Some photos taken during a trial with real users are presented in Figure 10 along with a depiction of the intervening components. On the Framework side, Figure 11 presents the sequence diagram obtained from logging the execution of the demo. The diagram illustrates the modules of the system, modalities, fusion, Interaction Manager (IM), application, and other support services as well as messages exchanged between the modalities and the fusion and IM, implemented with MMI life cycle events.
In this proof-of-concept, the passive identification modality detects a new user and informs the application in charge of managing the context model, through the Interaction Manager. An Assistant, running on the building servers, in charge of managing users’ comfort, receives this information, from the Context Model (using a subscription for updates), and queries the users when it detects that the temperature preferences of occupants of an office are different, which creates a potential conflict. The Assistant initiates interaction with the office owner to decide the settings by sending him a notification, on his smartphone, with the question and a set of possible answers, e.g., settle on an intermediate temperature, which the user can select using touch. Naturally, this illustrates a simple preferences clash situation and based on a wider comfort context (i.e., beyond just temperature) the Assistant might propose additional (adequate) alternatives. Regarding the smartphone as the provider of the modalities considered for the notification, even though speech interaction might have been used, choosing the smartphone reflects the more “private” nature of this action that can, in some sense, configure a gesture of courtesy towards the other occupant.

5.2. Smart Home Context

The scenario adopted is a Smart Home, including: (1) command and control; and (2) better communication between the house and its users. Accordingly, our purpose is to deploy a home multimodal assistant ready to accept user commands and respond to information requests related to the house.
To deploy our prototype, we have created a small virtual house where each room has, at least, smart lights that the assistant can control. The virtual house made use of 3 different spaces in authors’ institute, simulating a living room, a kitchen and a room. The diagram, in Figure 12, presents the devices installed, in each office.
The living room, which usually is the room people spend most of their time, has the largest number of devices: it has sound and projector to deliver information to the user; a Kinect, as means to interact and for the home to recognize the user; and a heater controlled by a smart plug. A tablet can be used everywhere and can be moved between rooms. Additionally, several sensors provide data regarding temperature, humidity, luminosity and air quality.
Users can interact using several modalities and devices, such as a tablet, and interact using speech or touch. The home server is a central key for communication, interaction and smart home support services.

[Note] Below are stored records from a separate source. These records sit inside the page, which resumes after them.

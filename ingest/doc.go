// Package ingest owns the per-reading flow of the service, from the bytes
// on the bus to the decisions on it: decode → validate → fold into the
// sensor's windows → pane close → fit → alert decision → commit → publish
// → acknowledge. It is the only importer of the NATS client (besides the
// tools under cmd/driftfit/internal), and it also holds the decoders of
// outside bytes: times (ParseTime), replay files (CSVReader) and NATS
// payloads (Decoder).
//
// # The flow
//
// A Service routes each message by its subject's sensor id to one of a
// fixed set of workers; every member of a peer group goes to the group's
// worker. A worker owns its sensors outright — windows, alert trackers,
// peer groups — so nothing on the hot path takes a lock. Calibrations
// (and Restart) enter through the same dispatcher, behind the readings
// already routed to the sensor.
//
// Every commit is one bbolt transaction written by the one committer
// goroutine: the changed panes of the sensors it takes, their alert
// state, events, tickets and outbox items, the fit records of the pane
// closes, each sensor's stream sequence and the stream position. A
// decision is therefore stored with the state it derives from: after a
// crash a restart from the stored position makes exactly the decisions
// not yet committed, none twice. A commit takes every sensor with a
// decision or a calibration waiting (such a commit starts as soon as the
// committer is free) and at most Options.CommitMaxSensors others, so a
// decision never waits behind a commit of the whole fleet.
//
// Everything published about alerts goes out from the stored outbox after
// its commit: alert events and tickets on NATS with Nats-Msg-Id set to a
// stable id (a stream capturing those subjects drops a re-send after a
// crash; a core subscriber keeps the ids it has seen), ticket revisions
// to the webhook with an Idempotency-Key. Sent items are deleted by a
// later commit. A calibration's reply is sent once its commit is done.
//
// # Calibration records
//
// Each calibration is stored as a CalibrationRecord, numbered per sensor,
// with what it replaced (the readings cutoff, the trackers' alert.Prior),
// in the same commit as the sensor's state. A void or correction names
// the record, which must be the sensor's latest in force, and goes the
// same ordered path (calrecord.go): a void gives the trackers back their
// prior state and the cutoff its previous value, a correction records a
// new number; the old record stays, marked. A worker reads a sensor's
// records from the file on its first calibration request and keeps them.
//
// # Where to add things
//
//   - A payload shape: Decoder.Decode in payload.go (with a case in
//     payload_test.go, payload_ref_test.go against encoding/json, and a
//     seed for FuzzDecodePayload in testdata/fuzz).
//   - A reason for refusing input: reason.go, then the README's list.
//   - Something the flow decides per pane close: worker.judge in
//     alerts.go; what it stores goes through worker.decided, so it lands
//     in the sensor's next commit.
//   - A detector (step, spike, flatline, silent, out of span): detect.go,
//     reported through the sensor's own tracker (alert.Tracker.Observe);
//     peer-group comparison and attribution: peers.go.
//
// # Peer groups, detectors, judgements
//
// A peer-group member is judged on its deviation from the median of the
// group's usable members (alert.PeerDeviations), and ticketed only when
// alert.Attribute names it; see peerGroup in peers.go for the watermarks
// that decide when a time bucket is compared. The step and data-quality
// detectors run beside the fits (detectState in detect.go); a spike is
// kept out of the fits. Every window's latest alert.Judgement is counted
// by reason (Metrics.NotJudged), logged when it changes, and readable
// through Service.Judgements.
//
// # Decoding contract
//
// Decoders never panic on input bytes. A problem with a single reading or
// row is reported with the field and a bounded copy of the offending value,
// and the good readings around it are kept. Hot paths do not allocate per
// reading: returned byte slices alias the input or an internal buffer, and
// each type documents how long they stay valid.
//
// Decoders are not safe for concurrent use; give each goroutine its own
// CSVReader or Decoder. ParseTime and the Append functions are safe to
// call from any goroutine. A Service is safe for concurrent use through
// its methods (Stats, Restart, Calibrate, VoidCalibration,
// CorrectCalibration); Run is called once.
package ingest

5.2.1. Proof-of-Concept #1: Controlling the Lights in Any Division

The assistant can, for example, control the lights, either in the room where the user is or in any other. To turn on the lights, in another room, the user can consider different modalities made available in a tablet to, for instance, say “turn on the lights” and touch the house division in the blueprint displayed in the screen. In this concrete situation, the speech and touch events are fused together creating an event requesting the home assistant to turn the light in the living room.
Resulting from a real use situation with the described proof-of-concept, Figure 13 shows a representative set of images obtained during the execution of the described task, by one of the authors. The first image shows the user in the lab using the tablet; the second the effect of the command to turn on the lights in another room (simulating the kitchen); the third the tablet display, showing the status of the light. Illustrating the inner-workings of the deployed solution, Figure 14 presents the diagram of the messages exchanged among the different framework modules and application to execute the task.
This proof-of-concept exemplifies the use of a context-specific external service, HouseControlServices. Control and access to new features can be added by REST webservices, the adopted and recommended approach.
Also, at any time, the user can request the assistant for information regarding the state of the lights in a specific room or which lights are on by asking, for instance, “which lights are on?”. In this case, the assistant responds using speech synthesis.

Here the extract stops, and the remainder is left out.